#### [Records supplied]
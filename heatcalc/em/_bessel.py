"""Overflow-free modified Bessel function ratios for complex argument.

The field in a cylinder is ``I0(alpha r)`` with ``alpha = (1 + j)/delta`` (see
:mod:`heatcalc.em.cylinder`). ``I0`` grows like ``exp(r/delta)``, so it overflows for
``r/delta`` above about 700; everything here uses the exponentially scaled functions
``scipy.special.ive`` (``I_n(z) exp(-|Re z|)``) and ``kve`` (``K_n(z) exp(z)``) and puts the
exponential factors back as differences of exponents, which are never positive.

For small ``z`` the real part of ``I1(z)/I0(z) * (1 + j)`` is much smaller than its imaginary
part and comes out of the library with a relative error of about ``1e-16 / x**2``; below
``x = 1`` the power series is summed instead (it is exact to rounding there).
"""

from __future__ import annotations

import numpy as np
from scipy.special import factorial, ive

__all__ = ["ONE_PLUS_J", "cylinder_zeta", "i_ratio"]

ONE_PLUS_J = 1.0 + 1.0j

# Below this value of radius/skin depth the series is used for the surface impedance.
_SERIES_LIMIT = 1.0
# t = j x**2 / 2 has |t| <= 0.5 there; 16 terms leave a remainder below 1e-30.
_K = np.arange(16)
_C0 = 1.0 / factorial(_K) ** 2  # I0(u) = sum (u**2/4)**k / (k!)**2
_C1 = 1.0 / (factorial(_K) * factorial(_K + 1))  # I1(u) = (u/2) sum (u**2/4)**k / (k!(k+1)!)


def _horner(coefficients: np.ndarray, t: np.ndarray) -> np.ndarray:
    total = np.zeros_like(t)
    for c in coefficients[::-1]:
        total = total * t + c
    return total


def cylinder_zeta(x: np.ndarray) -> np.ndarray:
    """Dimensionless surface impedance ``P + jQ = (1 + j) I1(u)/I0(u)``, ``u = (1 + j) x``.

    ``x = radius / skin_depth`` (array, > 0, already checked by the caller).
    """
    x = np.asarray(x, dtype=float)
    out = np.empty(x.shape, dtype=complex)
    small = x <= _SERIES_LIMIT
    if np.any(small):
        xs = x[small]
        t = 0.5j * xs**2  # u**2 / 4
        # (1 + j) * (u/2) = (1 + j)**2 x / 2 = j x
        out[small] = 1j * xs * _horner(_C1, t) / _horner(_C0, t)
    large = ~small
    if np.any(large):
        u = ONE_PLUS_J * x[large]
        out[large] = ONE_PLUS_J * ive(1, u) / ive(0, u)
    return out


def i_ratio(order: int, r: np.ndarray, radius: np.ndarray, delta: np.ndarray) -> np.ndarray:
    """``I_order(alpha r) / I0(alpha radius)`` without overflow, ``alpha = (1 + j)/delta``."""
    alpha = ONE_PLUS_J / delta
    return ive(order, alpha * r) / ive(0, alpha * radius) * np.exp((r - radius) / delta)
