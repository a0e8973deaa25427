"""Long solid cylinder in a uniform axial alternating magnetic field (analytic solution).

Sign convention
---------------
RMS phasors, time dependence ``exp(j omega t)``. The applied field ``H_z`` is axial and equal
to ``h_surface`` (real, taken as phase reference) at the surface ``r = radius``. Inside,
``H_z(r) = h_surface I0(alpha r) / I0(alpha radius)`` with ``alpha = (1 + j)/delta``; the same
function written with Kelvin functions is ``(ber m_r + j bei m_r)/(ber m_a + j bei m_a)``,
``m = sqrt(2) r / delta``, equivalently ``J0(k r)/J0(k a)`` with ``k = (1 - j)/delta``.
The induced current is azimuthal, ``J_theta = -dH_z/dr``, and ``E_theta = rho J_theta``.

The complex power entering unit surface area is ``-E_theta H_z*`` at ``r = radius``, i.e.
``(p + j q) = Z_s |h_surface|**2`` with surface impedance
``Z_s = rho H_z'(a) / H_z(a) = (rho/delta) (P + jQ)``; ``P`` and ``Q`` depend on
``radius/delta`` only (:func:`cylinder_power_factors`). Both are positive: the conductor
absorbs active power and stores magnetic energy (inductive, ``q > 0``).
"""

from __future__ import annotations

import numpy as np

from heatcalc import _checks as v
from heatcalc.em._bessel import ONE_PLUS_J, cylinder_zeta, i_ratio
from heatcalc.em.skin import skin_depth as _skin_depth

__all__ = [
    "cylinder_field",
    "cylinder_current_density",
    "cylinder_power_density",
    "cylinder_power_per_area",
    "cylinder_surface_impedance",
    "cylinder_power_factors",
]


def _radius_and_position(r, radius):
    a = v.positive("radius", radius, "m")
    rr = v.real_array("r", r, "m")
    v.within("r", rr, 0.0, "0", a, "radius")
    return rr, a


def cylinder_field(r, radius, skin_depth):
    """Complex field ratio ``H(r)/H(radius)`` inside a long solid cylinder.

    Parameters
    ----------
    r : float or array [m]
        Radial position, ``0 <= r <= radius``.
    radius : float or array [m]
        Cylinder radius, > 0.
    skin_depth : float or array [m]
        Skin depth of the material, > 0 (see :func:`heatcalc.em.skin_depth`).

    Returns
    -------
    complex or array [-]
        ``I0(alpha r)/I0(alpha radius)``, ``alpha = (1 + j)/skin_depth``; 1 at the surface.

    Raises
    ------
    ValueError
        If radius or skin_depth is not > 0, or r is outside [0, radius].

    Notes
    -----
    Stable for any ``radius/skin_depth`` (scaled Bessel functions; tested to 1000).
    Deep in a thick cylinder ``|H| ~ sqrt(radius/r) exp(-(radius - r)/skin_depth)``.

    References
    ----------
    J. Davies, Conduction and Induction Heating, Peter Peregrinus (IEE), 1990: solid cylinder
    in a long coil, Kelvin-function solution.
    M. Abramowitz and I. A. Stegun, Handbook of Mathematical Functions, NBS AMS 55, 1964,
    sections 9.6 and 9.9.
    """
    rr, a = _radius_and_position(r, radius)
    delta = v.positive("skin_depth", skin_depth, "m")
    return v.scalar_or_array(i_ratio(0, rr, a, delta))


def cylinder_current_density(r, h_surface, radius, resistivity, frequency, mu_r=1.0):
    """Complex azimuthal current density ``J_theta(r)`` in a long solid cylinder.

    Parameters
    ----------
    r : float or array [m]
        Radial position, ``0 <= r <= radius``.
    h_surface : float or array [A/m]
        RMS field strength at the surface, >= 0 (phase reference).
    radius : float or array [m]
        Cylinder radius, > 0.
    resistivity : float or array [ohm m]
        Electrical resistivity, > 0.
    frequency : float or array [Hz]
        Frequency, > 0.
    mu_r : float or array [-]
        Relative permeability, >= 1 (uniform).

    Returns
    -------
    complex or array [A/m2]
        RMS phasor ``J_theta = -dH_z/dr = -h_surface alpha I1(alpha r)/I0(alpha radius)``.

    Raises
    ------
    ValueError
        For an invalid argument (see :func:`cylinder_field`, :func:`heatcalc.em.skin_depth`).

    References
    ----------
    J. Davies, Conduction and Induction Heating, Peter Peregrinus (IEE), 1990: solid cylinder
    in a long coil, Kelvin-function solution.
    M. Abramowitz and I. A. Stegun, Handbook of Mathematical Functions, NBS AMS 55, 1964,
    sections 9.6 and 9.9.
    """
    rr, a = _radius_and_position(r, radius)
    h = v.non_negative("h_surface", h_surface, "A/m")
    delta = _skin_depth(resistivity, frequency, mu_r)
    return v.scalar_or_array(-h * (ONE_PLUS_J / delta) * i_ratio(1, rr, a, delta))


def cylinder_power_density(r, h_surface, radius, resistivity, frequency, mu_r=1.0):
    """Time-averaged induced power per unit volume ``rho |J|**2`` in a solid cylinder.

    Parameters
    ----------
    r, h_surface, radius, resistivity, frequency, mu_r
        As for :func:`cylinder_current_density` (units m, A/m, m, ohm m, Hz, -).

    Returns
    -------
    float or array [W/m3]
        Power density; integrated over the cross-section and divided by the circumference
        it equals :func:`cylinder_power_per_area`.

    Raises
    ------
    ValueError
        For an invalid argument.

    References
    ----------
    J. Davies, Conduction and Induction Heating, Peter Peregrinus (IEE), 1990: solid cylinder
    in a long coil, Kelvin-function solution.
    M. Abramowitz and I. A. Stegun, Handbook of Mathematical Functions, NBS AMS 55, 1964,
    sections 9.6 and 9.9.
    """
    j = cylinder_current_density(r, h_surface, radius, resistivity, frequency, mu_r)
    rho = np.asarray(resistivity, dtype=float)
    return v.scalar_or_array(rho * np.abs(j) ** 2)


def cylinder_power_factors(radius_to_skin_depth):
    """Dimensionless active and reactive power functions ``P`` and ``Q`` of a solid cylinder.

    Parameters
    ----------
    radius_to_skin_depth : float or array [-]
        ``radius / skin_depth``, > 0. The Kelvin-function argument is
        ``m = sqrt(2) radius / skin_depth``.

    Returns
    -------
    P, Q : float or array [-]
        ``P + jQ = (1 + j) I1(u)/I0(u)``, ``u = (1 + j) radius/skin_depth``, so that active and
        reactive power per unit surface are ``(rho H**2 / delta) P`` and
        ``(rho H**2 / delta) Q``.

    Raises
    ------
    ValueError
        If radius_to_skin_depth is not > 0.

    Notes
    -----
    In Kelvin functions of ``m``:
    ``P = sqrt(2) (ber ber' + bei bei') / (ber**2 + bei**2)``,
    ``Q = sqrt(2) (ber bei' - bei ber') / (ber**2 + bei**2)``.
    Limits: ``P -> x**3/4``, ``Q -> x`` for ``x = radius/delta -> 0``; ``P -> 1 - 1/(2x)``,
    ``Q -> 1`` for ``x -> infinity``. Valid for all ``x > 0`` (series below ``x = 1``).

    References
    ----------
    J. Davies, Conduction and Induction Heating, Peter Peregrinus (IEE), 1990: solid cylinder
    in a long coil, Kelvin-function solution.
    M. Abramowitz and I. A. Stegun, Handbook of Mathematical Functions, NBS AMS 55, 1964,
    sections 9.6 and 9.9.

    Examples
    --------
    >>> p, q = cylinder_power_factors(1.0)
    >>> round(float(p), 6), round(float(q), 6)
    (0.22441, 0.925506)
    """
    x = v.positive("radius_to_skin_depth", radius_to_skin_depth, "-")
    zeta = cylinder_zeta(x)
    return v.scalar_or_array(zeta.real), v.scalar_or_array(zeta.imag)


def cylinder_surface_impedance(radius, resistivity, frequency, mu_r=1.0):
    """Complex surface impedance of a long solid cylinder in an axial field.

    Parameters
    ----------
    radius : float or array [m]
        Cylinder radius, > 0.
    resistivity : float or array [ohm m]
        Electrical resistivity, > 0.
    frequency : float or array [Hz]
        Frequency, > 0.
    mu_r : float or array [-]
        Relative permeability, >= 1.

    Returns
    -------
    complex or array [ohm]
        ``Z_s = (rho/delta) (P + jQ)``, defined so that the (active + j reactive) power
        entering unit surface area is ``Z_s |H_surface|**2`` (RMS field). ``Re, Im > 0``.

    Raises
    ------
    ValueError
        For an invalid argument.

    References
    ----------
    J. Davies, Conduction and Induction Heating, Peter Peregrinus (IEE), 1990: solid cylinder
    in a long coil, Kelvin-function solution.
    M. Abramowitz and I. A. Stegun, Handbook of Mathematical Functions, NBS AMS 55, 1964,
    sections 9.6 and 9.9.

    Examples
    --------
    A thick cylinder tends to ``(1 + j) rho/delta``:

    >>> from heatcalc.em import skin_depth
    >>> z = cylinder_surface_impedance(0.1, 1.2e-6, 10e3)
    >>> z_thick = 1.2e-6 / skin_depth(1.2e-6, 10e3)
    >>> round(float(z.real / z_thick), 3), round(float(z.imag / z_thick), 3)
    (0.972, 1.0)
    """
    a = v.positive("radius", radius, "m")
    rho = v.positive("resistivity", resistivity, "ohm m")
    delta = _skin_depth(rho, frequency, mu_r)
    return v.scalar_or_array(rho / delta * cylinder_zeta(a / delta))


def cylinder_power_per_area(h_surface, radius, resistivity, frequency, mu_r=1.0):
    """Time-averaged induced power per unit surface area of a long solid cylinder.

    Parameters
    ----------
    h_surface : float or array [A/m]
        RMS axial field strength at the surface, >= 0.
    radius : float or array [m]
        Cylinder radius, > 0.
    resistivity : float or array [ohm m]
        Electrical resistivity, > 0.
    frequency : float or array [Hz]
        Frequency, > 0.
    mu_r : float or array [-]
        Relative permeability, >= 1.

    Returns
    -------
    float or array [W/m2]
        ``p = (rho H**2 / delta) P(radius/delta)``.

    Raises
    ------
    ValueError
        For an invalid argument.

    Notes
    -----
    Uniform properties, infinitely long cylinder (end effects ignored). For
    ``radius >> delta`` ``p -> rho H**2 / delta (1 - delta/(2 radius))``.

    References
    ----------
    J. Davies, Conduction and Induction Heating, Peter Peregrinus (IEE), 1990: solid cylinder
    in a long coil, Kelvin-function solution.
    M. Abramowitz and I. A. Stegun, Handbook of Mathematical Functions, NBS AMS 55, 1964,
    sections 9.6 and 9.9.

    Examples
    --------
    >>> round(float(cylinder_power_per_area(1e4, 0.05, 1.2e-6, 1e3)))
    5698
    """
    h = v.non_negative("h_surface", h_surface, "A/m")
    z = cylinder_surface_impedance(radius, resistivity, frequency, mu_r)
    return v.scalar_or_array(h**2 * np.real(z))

#### [Description of the task]
Whenever the word "about" appears in a line of the listing, copy out that line.

#### [Your solution]
``r/delta`` above about 700; everything here uses the exponentially scaled functions
part and comes out of the library with a relative error of about ``1e-16 / x**2``; below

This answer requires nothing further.